Obwohl ich denke, dass so ein Post, wie Deiner, nicht gerade Freude aufkommen lässt, weil er in keinster Weise die Netiquette beachtet (Groß-Kleinschreibung, Interpunktion, vom Subject mal abgesehen...), soll Dir doch ein Tipp zuteil werden.

Was Du am Router konfigurieren musst ist: mit IP-Forwarding den Port 21 (FTP-Port) freigeben und auf die Maschine (IP-Adresse angeben) umlenken, der die FTP-Serversoftware hostet. Dann kann man auch von ausserhalb mittels FTP auf diesen Rechner zugreifen. 
Wie IP Forwarding bei dem Router funktioniert, weiss ich nicht, aber es steht auf jeden Fall im Handbuch oder direkt im Konfigurationsmenü.
Suche einfach nach "IP Forwarding" oder "Special Applications" - evtl. ist dort schon eine Vorlage für FTP eingestellt, jedoch nicht aktiviert, denn FTP ist ja ein recht gebräuchliches Protokoll.


----------



## Florianrau (9. Januar 2004)

Man verzeihe mir noch einmal meine Rechtschreibung
beim nächsten mal bemühe ich mich es besser zu machen,
und ich bedanke mich für die Hilfe 

MFG Florian Rau


----------



## WhiteShark (19. Juli 2004)

> _Original geschrieben von zeromancer _
> *Was Du am Router konfigurieren musst ist: mit IP-Forwarding den Port 21 (FTP-Port) freigeben und auf die Maschine (IP-Adresse angeben) umlenken, der die FTP-Serversoftware hostet.*



eine Frage... wie geht es mit DHCP ?


----------



## FrankO (19. Juli 2004)

einfach dem FTP-Server eine feste IP-Adresse eintragen
oder auf dem Router in der IP Konfiguration angeben welche MAC-Adresse welche IP fest bekommen soll

lg aus Hessen


----------



## WhiteShark (19. Juli 2004)

Hallo,

ich hab das jetzt wie folgt nach dieser Anleitung eingerichtet und werde später mal meinen Router an- und ausschalten um zu sehen, ob dies funktioniert. 

Link 

Frage ist nur ob ich nun noch irgendeinen Port freischalten muss (21) für FTP oder ob das so funktionieren könnte ... habe ebenfalls einen webserver bei mir laufen und dürfte ja dann auch funktionieren  http://meinesubdomain.dyndns.org z.B. 

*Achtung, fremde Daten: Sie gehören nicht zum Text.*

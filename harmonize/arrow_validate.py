"""Check a written package column-wise with pyarrow, batch by batch, for packages of any size.

Every build runs this on the package in its staging folder. It checks what the Table Schema
and the data model promise, for CSV and Parquet resources alike: column labels, field types
(CSV cells are parsed with the declared types), `required` and `enum` constraints,
primary-key uniqueness, foreign keys, the declared `bytes`/`hash`, and the cell accounting of
every source (cells = written + rejected + empty; rejects and individual values per source
agree with the `sources` table). Files are read in record batches, so memory grows with the
primary-key column, not with the table.

The frictionless library's row-by-row validation (in `package_validate`) remains the reference
and runs on small packages or on request; this module reuses its column checks and problem
records. Only an unsafe path raises; everything else comes back as `ValidationProblem`s.
"""

from __future__ import annotations

from collections import Counter
from collections.abc import Iterator
from pathlib import Path
from typing import Any

import numpy as np
import pandas as pd
import pyarrow as pa
import pyarrow.compute as pc
import pyarrow.csv as pa_csv
import pyarrow.parquet as pq

from harmonize import tables
from harmonize.package_validate import (
    FIRST_DATA_ROW,
    ValidationProblem,
    ValidationResult,
    as_list,
    check_column,
    check_paths,
    is_parquet,
    load_descriptor,
    problem,
    referenced,
    size_and_hash,
)

# Rows checked at once: reading 262,144-row batches of a 30-column table held about 300 MiB
# more than 65,536-row batches did, for no gain in speed.
BATCH_ROWS = 65_536
# Table Schema type -> the Arrow type a CSV column is parsed as
_CSV_TYPES = {
    "string": pa.string(),
    "integer": pa.int64(),
    "number": pa.float64(),
    "boolean": pa.bool_(),
    "date": pa.date32(),
}


def check_package_arrow(folder: Path, *, max_errors: int = 1000) -> ValidationResult:
    """Validate the package in `folder` column-wise (see the module docstring)."""
    folder = Path(folder)
    check_paths(folder)
    descriptor = load_descriptor(folder)
    resources = [r for r in descriptor.get("resources") or [] if isinstance(r, dict)]
    by_name = {r.get("name"): r for r in resources}
    problems: list[ValidationProblem] = []
    for resource in resources:
        if len(problems) >= max_errors:
            break
        problems += _check_resource(folder, resource, by_name, max_errors - len(problems))
    return ValidationResult(valid=not problems, problems=tuple(problems[:max_errors]))


def _schema(resource: dict[str, Any]) -> dict[str, Any]:
    schema = resource.get("schema")
    return schema if isinstance(schema, dict) else {}


def iter_batches(
    folder: Path, resource: dict[str, Any], columns: list[str] | None = None
) -> Iterator[pa.RecordBatch]:
    """The resource's rows in record batches, typed as its schema declares (CSV parsed)."""
    path = folder / str(resource.get("path"))
    if is_parquet(resource):
        parquet = pq.ParquetFile(path, pre_buffer=False, buffer_size=1 << 20)
        yield from parquet.iter_batches(batch_size=BATCH_ROWS, columns=columns)
        return
    schema = _schema(resource)
    fields = [f for f in schema.get("fields", []) if isinstance(f, dict) and "name" in f]
    types = {f["name"]: _CSV_TYPES.get(f.get("type"), pa.string()) for f in fields}
    options = pa_csv.ConvertOptions(
        column_types=types,
        include_columns=columns or [],
        null_values=[str(v) for v in schema.get("missingValues", [""])],
        strings_can_be_null=True,
        true_values=["true"],
        false_values=["false"],
    )
    reader = pa_csv.open_csv(
        path,
        read_options=pa_csv.ReadOptions(block_size=1 << 22),
        convert_options=options,
    )
    yield from reader


def _check_resource(
    folder: Path, resource: dict[str, Any], by_name: dict[Any, dict[str, Any]], limit: int
) -> list[ValidationProblem]:
    name = str(resource.get("name", ""))
    path = folder / str(resource.get("path"))
    if not path.is_file():
        return [problem(name, "scheme-error", f"file {resource.get('path')!r} not found")]
    problems = size_and_hash(name, path, resource)
    schema = _schema(resource)
    fields = [f for f in schema.get("fields", []) if isinstance(f, dict) and "name" in f]
    declared = [f["name"] for f in fields]
    missing_values = schema.get("missingValues", [""])
    primary_key = as_list(schema.get("primaryKey"))
    foreign = [_ForeignKey(folder, name, key, by_name) for key in schema.get("foreignKeys") or []]
    key_hashes: list[np.ndarray] = []
    offset = 0
    try:
        for batch in iter_batches(folder, resource):
            if offset == 0:
                problems += _label_problems(name, batch.schema.names, declared)
                if problems:
                    return problems[:limit]
            for field in fields:
                if len(problems) >= limit:
                    break
                column = pa.chunked_array([batch.column(field["name"])])
                found = check_column(name, field, column, missing_values, primary_key, limit)
                problems += [_shifted(p, offset) for p in found]
            if primary_key:
                key_hashes.append(_key_hashes(batch, primary_key))
            for key in foreign:
                problems += key.orphans(batch, offset, limit - len(problems))
            offset += batch.num_rows
            if len(problems) >= limit:
                return problems[:limit]
    except (pa.ArrowInvalid, pa.ArrowTypeError, OSError) as error:
        text = str(error).splitlines()[0]
        return problems + [problem(name, "type-error", f"cannot read as declared ({text})")]
    if primary_key and key_hashes:
        suspects = _repeated_hash_rows(np.concatenate(key_hashes))
        if len(suspects):
            keys = _rows_of_keys(folder, resource, primary_key, suspects)
            problems += _duplicate_keys(name, keys, primary_key, limit)
    return problems[:limit]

falls Probleme auftreten werde ich mich wieder melden. ansonsten auch um zu den Thread schließen zu können.


----------



## zeromancer (19. Juli 2004)

> _Original geschrieben von WhiteShark _
> *eine Frage... wie geht es mit DHCP ? *



Ein Server hat immer eine FEST IP, niemals eine dynamische...


----------



## Maximodo (19. Juli 2004)

DHCP heist ja nicht dass die IP zwangsläufig dynamisch sein muss.
Wenn du noch einen WebServer am laufen hast auf dem man von ausen zugreifen soll musst du den Port den er benutzt vom Router an den PC mit dem Web Server weiterleiten. Dieser Punkt heist in den meisten Routern VirtualServer 
also bei meinem Router muss ich dass so eintragen
WanIp: alle
*Hier ohne PortMapping*
Public Port: z.B. 8080 je nach dem auf welchem dein Server läuft
Private Port:  z.B. 8080 je nach dem auf welchem dein Server läuft
Ziel-IP: Lan-Ip Adresse deine WebServers


----------